Isolation and properties of a puromycin acetyltransferase from puromycin-producing Streptomyces alboniger.

Puromycin 2"-N-acetyltransferase was isolated from cell extracts of puromycin-producing Streptomyces alboniger KCC S-0309 by ammonium sulfate fractionation, heat treatment to eliminate contaminant proteins and chromatography on DEAE-Toyopearl 650S. After PAGE (polyacrylamide gel electrophoresis) of the final fraction, a single protein band corresponding to puromycin 2"-N-acetyltransferase was detected.

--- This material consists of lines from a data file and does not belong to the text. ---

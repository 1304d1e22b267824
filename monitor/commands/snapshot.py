"""`tunetrace snapshot FILE [--chain CHAIN] [--start S] [--window S] [--size WxH] -o PLOT.png`.

Renders the plot's three panels (time lanes, spectrum, response) of a stretch
of a recording to a PNG, headless through EGL (Mesa's software renderer
works; no display needed). The chain runs from the start of the file so its
state at --start is what a replay would have. The time axis reads seconds from
the recording's first row (so a window from --start 4 is labelled 4 s on), and
the header's start time, when the file has one, is named above the plot.
"""

from __future__ import annotations

import argparse
import os
import re

from monitor.commands.common import positive_float
from monitor.errors import UserError

DEFAULT_WINDOW_S = 10.0
DEFAULT_SIZE = (1280, 800)
MAX_SIDE = 8192
_SIZE_RE = re.compile(r"^\s*(\d+)\s*[xX]\s*(\d+)\s*$")


def add_arguments(parser: argparse.ArgumentParser) -> None:
    parser.epilog = ("The time lanes show how far the filtered trace lags the raw one. A filter "
                     "in front of a control loop or a safety decision adds that lag and can hide "
                     "faults: validate it on the real system and follow the standards that apply.")
    parser.add_argument("file", metavar="FILE",
                        help="a tunetrace recording, or a CSV file with a header row")
    parser.add_argument("--chain", metavar="CHAIN",
                        help="chain file (TOML); default: the chain stored in the recording")
    parser.add_argument("--start", type=float, default=0.0, metavar="S",
                        help="seconds after the first row where the plot starts (default 0)")
    parser.add_argument("--window", type=positive_float, default=DEFAULT_WINDOW_S, metavar="S",
                        help=f"seconds shown (default {DEFAULT_WINDOW_S:g})")
    parser.add_argument("--size", default="x".join(map(str, DEFAULT_SIZE)), metavar="WxH",
                        help="image size in pixels (default 1280x800)")
    parser.add_argument("--channel", metavar="NAME",
                        help="channel of the spectrum and response panels (default: the first)")
    parser.add_argument("--rate", type=positive_float, metavar="HZ",
                        help="sample rate (else the recording's own, else the chain's rate_hz)")
    parser.add_argument("--time-column", metavar="NAME",
                        help="for a CSV file from another logger: the column of seconds")
    parser.add_argument("-o", "--output", required=True, metavar="PLOT.png", help="PNG to write")
    parser.add_argument("--force", action="store_true", help="overwrite PLOT.png if it exists")


def parse_size(text: str) -> tuple[int, int]:
    """'1280x800' -> (1280, 800); UserError naming the allowed range otherwise."""
    from monitor.canvas.layout import MIN_SIZE

    match = _SIZE_RE.match(text)
    if not match:
        raise UserError(f"--size {text!r} is not WIDTHxHEIGHT in pixels, e.g. 1280x800.")
    width, height = int(match.group(1)), int(match.group(2))
    if not (MIN_SIZE[0] <= width <= MAX_SIDE and MIN_SIZE[1] <= height <= MAX_SIDE):
        raise UserError(f"--size {width}x{height} is out of range; width {MIN_SIZE[0]} to "
                        f"{MAX_SIDE} and height {MIN_SIZE[1]} to {MAX_SIDE} pixels work.")
    return width, height


def _check_output(path: str, force: bool) -> None:
    if os.path.isdir(path):
        raise UserError(f"{path} is a directory; give a file name for the PNG.")
    if os.path.exists(path) and not force:
        raise UserError(f"{path} already exists; choose another file or give --force to "
                        "overwrite it.")
    folder = os.path.dirname(os.path.abspath(path))
    if not os.path.isdir(folder):
        raise UserError(f"the folder of {path} does not exist; create it or choose another path.")


def _load(args: argparse.Namespace):
    """(recording, spec, rate) for the arguments; UserError on any bad input."""
    from monitor.commands.common import declared_rate, load_chain_file, parse_chain_text
    from replay.offline import apply_rate, open_with_fallback
    from replay.reader import RecordingError, read_recording

    spec = load_chain_file(args.chain) if args.chain else None
    declared_rate(args, spec, args.chain)           # refuses --rate against another rate_hz
    chain_hz = spec.rate_hz if spec is not None else None
    try:
        # the rate as apply and replay choose it: --rate, the file's own, the chain's rate_hz
        recording = open_with_fallback(
            lambda hz: read_recording(args.file, time_column=args.time_column, rate_hz=hz),
            args.rate, chain_hz)
        rate_hz, _ = apply_rate(recording, args.rate, chain_hz)
    except RecordingError as exc:
        raise UserError(str(exc).rstrip(".") + ".") from None
    except FileNotFoundError:
        raise UserError(f"recording {args.file} does not exist; check the path.") from None
    except OSError as exc:
        raise UserError(f"cannot read recording {args.file}: {exc.strerror or exc}.") from None
    if spec is None and recording.header.chain_text:
        spec = parse_chain_text(recording.header.chain_text, f"the chain stored in {args.file}")
    return recording, spec, rate_hz


def _window(recording, chain, start_s: float, window_s: float):
    """t_host, raw, filtered of [start, start + window) s after the first row; the chain runs
    over everything before as well."""
    import numpy as np

    t0 = recording.t_first + start_s
    t1 = t0 + window_s
    parts = []
    for block in recording.blocks():
        filtered = chain.process(block.values) if chain is not None else block.values
        keep = (block.t_host >= t0) & (block.t_host < t1)
        if keep.any():
            parts.append((block.t_host[keep], block.values[keep], filtered[keep]))
        if len(block.t_host) and block.t_host[-1] >= t1:
            break
    if not parts:
        return None
    return tuple(np.concatenate([p[i] for p in parts]) for i in range(3))


def run(args: argparse.Namespace) -> int:
    size = parse_size(args.size)
    _check_output(args.output, args.force)
    if args.start < 0:
        raise UserError(f"--start {args.start:g} must be 0 or more seconds.")
    recording, spec, rate_hz = _load(args)
    channels = recording.schema.channels
    units = tuple(recording.schema.unit(i) for i in range(len(channels)))
    selected = 0
    if args.channel is not None:
        if args.channel not in channels:
            raise UserError(f"--channel {args.channel} is not in {args.file}; it has "
                            f"{', '.join(channels)}.")
        selected = channels.index(args.channel)
    from filters.chainset import ChainSet
    from monitor.canvas.response_panel import active_designs

    chain = None
    if spec is not None:
        try:
            chain = ChainSet(spec, channels, rate_hz)
        except ValueError as exc:
            where = args.chain or f"the chain stored in {args.file}"
            raise UserError(f"{where} cannot run on {args.file}: {str(exc).rstrip('.')}.") \
                from None
    data = _window(recording, chain, args.start, args.window)
    if data is None or len(data[0]) < 2:
        raise UserError(f"{args.file} has fewer than 2 samples from --start {args.start:g} s "
                        "on; choose an earlier --start.")
    designs = [active_designs(chain, name) for name in channels]
    from monitor.canvas.time_axis import TimeAxis

    axis = TimeAxis(origin=float(recording.t_first), started=recording.header.started)
    return _render(args, data, channels, units, rate_hz, designs, size, selected, axis)


def _render(args, data, channels, units, rate_hz, designs, size, selected, axis) -> int:
    from vispy.io import write_png

    from monitor.canvas.backend import BackendUnavailable
    from monitor.canvas.snapshot import render_snapshot

    t_host, raw, filtered = data
    title = f"tunetrace snapshot  {os.path.basename(args.file)}  from {args.start:g} s"
    try:
        image = render_snapshot(t_host, raw, filtered, channels, units, rate_hz, designs,
                                size=size, selected=selected, title=title, time_axis=axis)
    except BackendUnavailable as exc:
        raise UserError(str(exc).rstrip(".") + ".", exit_code=1) from None
    try:
        write_png(args.output, image[..., :3])
    except OSError as exc:
        raise UserError(f"writing {args.output} failed: {exc.strerror or exc}; "
                        "choose another place.", exit_code=1) from None
    print(f"wrote {args.output} ({size[0]}x{size[1]}, {len(t_host)} samples of "
          f"{', '.join(channels)})")
    return 0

The molecular weight of the enzyme determined by SDS-PAGE and Sephadex G-150 chromatography was about 21,000 and 85,000, respectively, suggesting that the enzyme consisted of four subunits. The isoelectric point and the optimum pH for reaction were 6.2 and 7.7, respectively. The Km values for puromycin and acetyl coenzyme A were 40 microM and 67 microM, respectively. The enzyme was thermostable up to 70 degrees C for 12 minutes. It was shown, by using an in vitro protein synthesizing system from a puromycin-susceptible organism S. flavotricini subsp. pseudochromogenes V-13-1, that the isolated puromycin 2"-N-acetyltransferase could protect polyphenylalanine synthesis from inhibition by puromycin.